StoryEditor
E-commerce
17.07.2019 00:00

Internetowa drogeria Hebe ruszyła

Od dziś można robić zakupy w Hebe także przez internet. Znana sieć drogeryjna do ponad 200 swoich stacjonarnych placówek dołożyła e-drogerię hebe.pl.

17 lipca ruszył internetowy sklep znanej sieci drogeryjnej Hebe. „Nareszcie!” – komentują internautki na profilu Hebe na Facebooku i cieszą się, że będą miały ułatwiony dostęp do kosmetyków oferowanych przez sieć.

Na hebe.pl asortyment został podzielony na 10 kategorii: makijaż, zapachy, włosy, ciało, twarz, higiena, zdrowie, dermokosmetyki, mama i dziecko, mężczyzna.
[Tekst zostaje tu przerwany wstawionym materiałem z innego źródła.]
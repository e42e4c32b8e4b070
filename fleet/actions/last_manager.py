"""An operator keeps somebody who can enter people and grant duties: nobody outside could put one back."""

from datetime import datetime

from django.db import connection

from fleet.models import Duty
from fleet.queries.people import MANAGER, has_manager
from records.act import Entry
from records.refusal import StepRefused


def one_at_a_time(entry: Entry) -> None:
    """This function will hold the operator's people until the act commits, so that of two managers who take
    each other's duty the second is refused.
    """
    with connection.cursor() as cursor:
        cursor.execute("SELECT pg_advisory_xact_lock(hashtextextended(%s, 4203))", [entry.chain])


def refuse_without_manager(entry: Entry, at: datetime) -> None:
    """This function will do nothing while a manager is left at `at` and ever after; raises StepRefused, which
    undoes the act.

    Ever after: an ending may be dated later, by days when it is planned and by a moment when two race and the
    act that was opened first comes second.
    """
    changes = Duty.objects.filter(operator=entry.chain, role=MANAGER, since__gt=at)
    if not all(has_manager(entry.chain, then) for then in (at, *changes.values_list("since", flat=True))):
        raise StepRefused(
            "last-manager",
            "Nobody would be left who may enter people and grant duties.",
            next_step="Grant somebody else the duty operations manager first.",
        )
Każda z nich dzieli się jeszcze na segmenty produktów, np.  w kategorii włosy mieści się pielęgnacja, koloryzacja, profesjonalne, stylizacja, dermokosmetyki, dla mężczyzn, na podróż, zestawy i akcesoria. Dodatkowo można wybierać w produktach naturalnych lub dostępnych tylko w Hebe. Pod oddzielną zakładką wyszczególnione zostały promocje dostępne z kartą Hebe i w bieżących akcjach na dany asortyment lub daną markę.
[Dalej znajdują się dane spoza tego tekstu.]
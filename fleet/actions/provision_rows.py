"""Rows of what an operator lays down: written by the actions that enter, approve and end it, in their act."""

from collections.abc import Callable, Mapping
from dataclasses import dataclass
from datetime import datetime
from functools import partial
from typing import Final

from django.db.models import Max

from fleet.actions.authorship import approver_acting, person_acting
from fleet.entering import plausible
from fleet.events import PROVISIONS_CHANGED
from fleet.models import Aircraft, Provision, ProvisionApproval, ProvisionEnd
from fleet.queries.figures import basis_of
from fleet.queries.in_force import basis_in_force
from fleet.restriction_reading import Kind, read_entered, read_paper
from fleet.restrictions import Paper
from records import outbox
from records.act import Entry
from records.actor import Actor
from records.canonical import canonical, digest
from records.refusal import Fault, Invalid, NotAllowed, Refused, StepRefused
from records.strict_json import JSON

_SECOND = partial(NotAllowed, "second-person-needed", "Whoever entered a version does not approve it.")
_RACED = partial(
    StepRefused,
    "number-raced",
    "Another one was entered at the same moment.",
    next_step="Look at it, then enter yours again if it is still needed.",
)
REFUSALS: Final[Mapping[str, Callable[[], Refused]]] = {
    "provision_number_is_taken_once": _RACED,
    "provision_number_of_an_aircraft_is_taken_once": _RACED,
    "fleet_provisionapproval_provision_id_key": partial(
        StepRefused, "approved-already", "This version is approved already; an approval is given once."
    ),
    "provision_approval_is_by_a_second_person": _SECOND,
    "fleet_provisionend_provision_id_key": partial(
        StepRefused, "ended-already", "This has ended already; look at when, and enter a new one if needed."
    ),
    "provision_end_of_a_restriction_is_by_a_second_person": partial(
        NotAllowed, "second-person-needed", "Whoever entered a restriction does not lift it."
    ),
}


@dataclass(frozen=True, slots=True)
class Laid:
    """What is laid down: its kind, its document, and from when until when it holds (None: no end)."""

    kind: str
    document: JSON
    true_from: datetime
    true_until: datetime | None = None


def paper_for(aircraft: Aircraft, document: JSON, kind: Kind, *, known: datetime) -> Paper:
    """This function will read a restriction or permit of an aircraft; raises Invalid with every fault, among
    them what the loading basis in force when it begins, as known at `known`, does not have.
    """
    paper = read_paper(document, kind)
    basis = basis_in_force(aircraft, plausible(paper.since, "/true_from"), known)
    return read_entered(document, kind, None if basis is None else basis_of(basis))


def enter(entry: Entry, actor: Actor, laid: Laid, aircraft: Aircraft | None = None) -> Provision:
    """This function will write the next version of a kind, of the operator or of one aircraft."""
    before = Provision.objects.filter(operator_id=entry.chain, aircraft=aircraft, kind=laid.kind)
    last = before.aggregate(last=Max("number"))["last"] or 0
    return Provision.objects.create(
        operator_id=entry.chain,
        aircraft=aircraft,
        kind=laid.kind,
        number=last + 1,
        document=canonical(laid.document).decode(),
        digest=digest(laid.document),
        true_from=laid.true_from,
        true_until=laid.true_until,
        entered_by_id=person_acting(actor),
        entered_at=entry.at,
    )


def approve(entry: Entry, actor: Actor, provision: Provision) -> ProvisionApproval:
    """This function will write the approval of a version, by another person than entered it; from the act's
    time on it is held true.
    """
    approval = ProvisionApproval.objects.create(
        operator_id=entry.chain,
        provision=provision,
        kind=provision.kind,
        entered_by_id=provision.entered_by_id,
        approved_by_id=approver_acting(actor, provision.entered_by_id),
        known_from=entry.at,
    )
    promise_to_tell(entry, provision, "held")
    return approval


def end(entry: Entry, actor: Actor, provision: Provision, at: datetime | None, reason: str) -> ProvisionEnd:
    """This function will write that a restriction or permit ends at `at` (None: now, or at its beginning
    where that is later).

    Raises Invalid when that lies before its beginning, StepRefused for a permit that had lapsed by then.
    """
    ends = at or max(entry.at, provision.true_from)
    if ends < provision.true_from:
        raise Invalid(Fault("/true_from", "out-of-order", "ends before it begins; correct the time"))
    if provision.true_until is not None and ends >= provision.true_until:
        raise StepRefused(
            "lapsed-already", f"The {provision.kind} lapses by itself before that.", next_step="Leave it."
        )
    ended = ProvisionEnd.objects.create(
        operator_id=entry.chain,
        provision=provision,
        kind=provision.kind,
        entered_by_id=provision.entered_by_id,
        ended_by_id=person_acting(actor),
        true_from=ends,
        known_from=entry.at,
        reason=reason,
    )
    promise_to_tell(entry, provision, "ended")
    return ended


def promise_to_tell(entry: Entry, provision: Provision, what: str) -> None:
    """This function will promise that accepted loads which this makes stale are told of."""
    outbox.put(entry, PROVISIONS_CHANGED, f"{provision.id}/{what}")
Minimalna wartość zamówienia wynosi 15 zł. Można kupić maksymalnie 10 sztuk tego samego produktu. Hebe nie prowadzi sprzedaży hurtowej. Zakupy można zamówić z dostawą do domu lub odebrać w stacjonarnej drogerii. Ta druga opcja dostępna jest jednak na razie tylko w sklepach  w Warszawie. Hebe odpowiada jednak internautkom na swoim profilu, że wkrótce będzie to możliwe w całej Polsce. Sieć informuje także, że w internetowym sklepie pojawi się więcej produktów niż jest obecnie.

Dostawa do domu możliwa jest za pośrednictwem firmy kurierskiej. Koszt dostawy wynosi minimum 12,99 zł. Dostawa jest bezpłatna przy zamówieniu powyżej 249 zł (199 zł dla posiadaczy karty Hebe). Odbiór osobisty w drogerii jest bezpłatny.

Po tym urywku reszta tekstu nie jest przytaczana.